TASK DETAILS →
Through the line that contains "differ by the", return the data below exactly, starting at its first line; leave the rest out.

TASK MATERIAL →

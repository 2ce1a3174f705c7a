import { describe, expect, it } from 'vitest';
import { bt709ToLinear, parseTransfer, srgbToLinear, toLinear, transferLut } from '../../../src/core/camera/transfer.js';
import { KerrError } from '../../../src/errors.js';
import { OUTSIDE } from '../../setup/outsideSources.js';

describe('sRGB decoding (IEC 61966-2-1:1999)', { tags: [OUTSIDE.srgb] }, () => {
  it('maps V = 0.5 to 0.214041 (IEC 61966-2-1, value listed in docs/references.md)', () => {
    expect(srgbToLinear(0.5)).toBeCloseTo(0.214041, 6);
  });

  it('maps 8-bit code 128 to 0.215861 through the table (IEC 61966-2-1)', () => {
    expect(transferLut('srgb')[128]).toBeCloseTo(0.215861, 6);
  });

  it('uses the linear segment V/12.92 up to V = 0.04045 and the power segment above (IEC 61966-2-1)', () => {
    expect(srgbToLinear(0.02)).toBeCloseTo(0.02 / 12.92, 12);
    expect(srgbToLinear(0.04045)).toBeCloseTo(0.04045 / 12.92, 12);
    expect(srgbToLinear(0.8)).toBeCloseTo(((0.8 + 0.055) / 1.055) ** 2.4, 12);
    // the code's two segments meet: either side of the breakpoint the decoded values differ by the
    // slope times the step (1/12.92 per unit of V) plus the standard's own 1e-7 mismatch, no more
    for (const step of [1e-6, 1e-9]) {
      const below = srgbToLinear(0.04045 - step);
      const above = srgbToLinear(0.04045 + step);
      expect(Math.abs(above - below)).toBeLessThan((2 * step) / 12.92 * 1.01 + 1e-7);
    }
    // and the power segment starts right after it (V = 0.04046 is on the power curve, not the line)
    expect(srgbToLinear(0.04046)).toBeCloseTo(((0.04046 + 0.055) / 1.055) ** 2.4, 14);
  });

  it('clamps signals outside 0..1', () => {
    expect(srgbToLinear(-0.2)).toBe(0);
    expect(srgbToLinear(1.3)).toBe(1);
  });
});

describe('BT.709 inverse OETF (ITU-R BT.709-6)', { tags: [OUTSIDE.bt709] }, () => {
  it('is V/4.5 below V = 0.081', () => {
    expect(bt709ToLinear(0.05)).toBeCloseTo(0.05 / 4.5, 12);
    expect(bt709ToLinear(0.08)).toBeCloseTo(0.08 / 4.5, 12);
  });

  it('is ((V + 0.099)/1.099)^(1/0.45) from V = 0.081', () => {
    for (const v of [0.081, 0.3, 0.5, 0.9, 1]) expect(bt709ToLinear(v)).toBeCloseTo(((v + 0.099) / 1.099) ** (1 / 0.45), 12);
  });

  it('undoes the BT.709 OETF V = 1.099·L^0.45 − 0.099 (L ≥ 0.018), V = 4.5·L below (ITU-R BT.709-6 item 1.2)', () => {
    for (const light of [0.001, 0.01, 0.018, 0.05, 0.2, 0.5, 0.9]) {
      const signal = light < 0.018 ? 4.5 * light : 1.099 * light ** 0.45 - 0.099;
      expect(bt709ToLinear(signal)).toBeCloseTo(light, 3);
    }
  });
});

describe('other curves', () => {
  it('gamma:G is a pure power law (0.5^2.2 = 0.2176, hand calculation)', () => {
    expect(toLinear('gamma:2.2', 0.5)).toBeCloseTo(0.217638, 6);
  });

  it('linear passes the signal through', () => {
    expect(toLinear('linear', 0.37)).toBe(0.37);
  });

  it('tables run from 0 to 1, rise monotonically and repeat the last entry as a guard', () => {
    for (const name of ['srgb', 'bt709', 'gamma:2.4', 'linear'] as const) {
      const lut = transferLut(name);
      expect(lut.length).toBe(257);
      expect(lut[0]).toBe(0);
      expect(lut[255]).toBeCloseTo(1, 12);
      expect(lut[256]).toBe(lut[255]);
      for (let k = 1; k < 256; k++) expect(lut[k]!).toBeGreaterThan(lut[k - 1]!);
    }
  });
});

describe('parseTransfer', () => {
  it('accepts the four forms, case-insensitively', () => {
    expect(parseTransfer('sRGB', '--transfer')).toBe('srgb');
    expect(parseTransfer('bt709', '--transfer')).toBe('bt709');
    expect(parseTransfer('linear', '--transfer')).toBe('linear');
    expect(parseTransfer('gamma:2.2', '--transfer')).toBe('gamma:2.2');
  });

  it.each(['foo', 'gamma:', 'gamma:0', 'gamma:-1', 'gamma:12', ''])('rejects %j with a BAD_ARGUMENT naming the option', (text) => {
    let caught: unknown;
    try {
      parseTransfer(text, '--transfer');
    } catch (e) {
      caught = e;
    }
    expect(caught).toBeInstanceOf(KerrError);
    expect((caught as KerrError).code).toBe('BAD_ARGUMENT');
    expect((caught as KerrError).message).toContain('--transfer');
    expect((caught as KerrError).hint).toBeTruthy();
  });
});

REPLY →
repository 2ce1a3174f705c7a
import { describe, expect, it } from 'vitest';
import { bt709ToLinear, parseTransfer, srgbToLinear, toLinear, transferLut } from '../../../src/core/camera/transfer.js';
import { KerrError } from '../../../src/errors.js';
import { OUTSIDE } from '../../setup/outsideSources.js';

describe('sRGB decoding (IEC 61966-2-1:1999)', { tags: [OUTSIDE.srgb] }, () => {
  it('maps V = 0.5 to 0.214041 (IEC 61966-2-1, value listed in docs/references.md)', () => {
    expect(srgbToLinear(0.5)).toBeCloseTo(0.214041, 6);
  });

  it('maps 8-bit code 128 to 0.215861 through the table (IEC 61966-2-1)', () => {
    expect(transferLut('srgb')[128]).toBeCloseTo(0.215861, 6);
  });

  it('uses the linear segment V/12.92 up to V = 0.04045 and the power segment above (IEC 61966-2-1)', () => {
    expect(srgbToLinear(0.02)).toBeCloseTo(0.02 / 12.92, 12);
    expect(srgbToLinear(0.04045)).toBeCloseTo(0.04045 / 12.92, 12);
    expect(srgbToLinear(0.8)).toBeCloseTo(((0.8 + 0.055) / 1.055) ** 2.4, 12);
    // the code's two segments meet: either side of the breakpoint the decoded values differ by the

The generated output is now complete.